Beneath this task are records; tally the lines in them that contain "copy" and report only the number.

##############################

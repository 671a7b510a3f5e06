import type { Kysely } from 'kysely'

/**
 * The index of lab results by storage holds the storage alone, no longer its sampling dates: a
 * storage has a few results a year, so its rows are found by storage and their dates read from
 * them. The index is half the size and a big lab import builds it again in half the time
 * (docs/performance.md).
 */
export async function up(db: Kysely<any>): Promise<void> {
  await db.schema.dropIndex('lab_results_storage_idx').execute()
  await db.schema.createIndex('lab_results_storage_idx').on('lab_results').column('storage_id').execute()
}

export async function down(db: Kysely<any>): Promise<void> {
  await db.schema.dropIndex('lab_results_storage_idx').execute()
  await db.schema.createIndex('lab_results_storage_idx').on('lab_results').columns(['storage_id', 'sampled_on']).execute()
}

##############################

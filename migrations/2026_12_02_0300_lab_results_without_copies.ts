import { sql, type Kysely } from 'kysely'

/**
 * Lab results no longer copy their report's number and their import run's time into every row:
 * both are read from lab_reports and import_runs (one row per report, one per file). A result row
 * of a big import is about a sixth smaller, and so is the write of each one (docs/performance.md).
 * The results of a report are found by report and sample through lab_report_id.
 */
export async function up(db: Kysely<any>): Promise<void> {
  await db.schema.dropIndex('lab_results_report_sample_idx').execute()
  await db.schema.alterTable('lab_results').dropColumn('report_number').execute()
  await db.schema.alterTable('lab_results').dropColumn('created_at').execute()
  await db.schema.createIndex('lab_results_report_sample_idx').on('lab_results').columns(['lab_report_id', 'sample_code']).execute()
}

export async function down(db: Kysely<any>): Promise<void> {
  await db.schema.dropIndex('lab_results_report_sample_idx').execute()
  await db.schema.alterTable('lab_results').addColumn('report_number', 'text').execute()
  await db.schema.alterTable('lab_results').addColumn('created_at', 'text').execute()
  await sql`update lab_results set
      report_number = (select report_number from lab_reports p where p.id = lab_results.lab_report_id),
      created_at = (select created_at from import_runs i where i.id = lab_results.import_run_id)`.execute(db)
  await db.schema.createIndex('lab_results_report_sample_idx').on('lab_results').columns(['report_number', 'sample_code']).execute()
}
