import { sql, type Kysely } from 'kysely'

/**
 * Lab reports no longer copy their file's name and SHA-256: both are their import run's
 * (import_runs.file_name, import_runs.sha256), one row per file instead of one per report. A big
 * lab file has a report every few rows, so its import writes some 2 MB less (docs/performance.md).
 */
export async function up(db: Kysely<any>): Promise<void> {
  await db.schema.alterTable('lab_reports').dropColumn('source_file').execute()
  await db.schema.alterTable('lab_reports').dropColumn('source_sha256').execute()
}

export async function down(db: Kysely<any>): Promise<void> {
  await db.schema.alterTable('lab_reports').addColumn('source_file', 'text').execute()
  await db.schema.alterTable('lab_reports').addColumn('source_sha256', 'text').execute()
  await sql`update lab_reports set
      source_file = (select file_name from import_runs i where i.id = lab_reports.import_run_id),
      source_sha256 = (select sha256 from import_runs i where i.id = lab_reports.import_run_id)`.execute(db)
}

##############################

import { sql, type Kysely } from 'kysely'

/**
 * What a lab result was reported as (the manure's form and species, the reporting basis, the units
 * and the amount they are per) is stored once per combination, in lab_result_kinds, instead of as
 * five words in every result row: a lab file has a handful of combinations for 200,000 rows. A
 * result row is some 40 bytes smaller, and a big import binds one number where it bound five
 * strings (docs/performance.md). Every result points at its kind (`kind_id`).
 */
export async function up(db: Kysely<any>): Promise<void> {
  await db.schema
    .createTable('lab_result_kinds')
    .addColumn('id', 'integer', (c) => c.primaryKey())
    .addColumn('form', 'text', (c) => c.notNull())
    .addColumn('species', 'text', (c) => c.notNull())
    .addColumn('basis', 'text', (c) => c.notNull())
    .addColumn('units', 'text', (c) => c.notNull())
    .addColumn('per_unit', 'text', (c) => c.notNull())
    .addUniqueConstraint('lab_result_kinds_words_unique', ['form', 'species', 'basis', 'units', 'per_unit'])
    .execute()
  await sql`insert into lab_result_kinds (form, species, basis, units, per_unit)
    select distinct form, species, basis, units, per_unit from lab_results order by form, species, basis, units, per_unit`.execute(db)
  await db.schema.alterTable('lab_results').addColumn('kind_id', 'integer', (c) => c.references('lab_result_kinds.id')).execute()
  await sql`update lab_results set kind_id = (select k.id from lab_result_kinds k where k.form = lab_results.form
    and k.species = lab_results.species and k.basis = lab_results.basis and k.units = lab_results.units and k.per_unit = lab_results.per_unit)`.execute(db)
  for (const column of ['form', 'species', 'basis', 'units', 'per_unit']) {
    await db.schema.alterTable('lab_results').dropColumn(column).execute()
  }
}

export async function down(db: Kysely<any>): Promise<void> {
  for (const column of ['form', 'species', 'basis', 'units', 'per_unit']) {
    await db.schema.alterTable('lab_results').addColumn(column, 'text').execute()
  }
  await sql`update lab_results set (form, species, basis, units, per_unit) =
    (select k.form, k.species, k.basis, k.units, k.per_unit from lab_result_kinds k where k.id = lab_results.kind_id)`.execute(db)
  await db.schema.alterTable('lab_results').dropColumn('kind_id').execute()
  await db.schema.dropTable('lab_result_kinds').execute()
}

##############################

■ SOLVED EXERCISE
2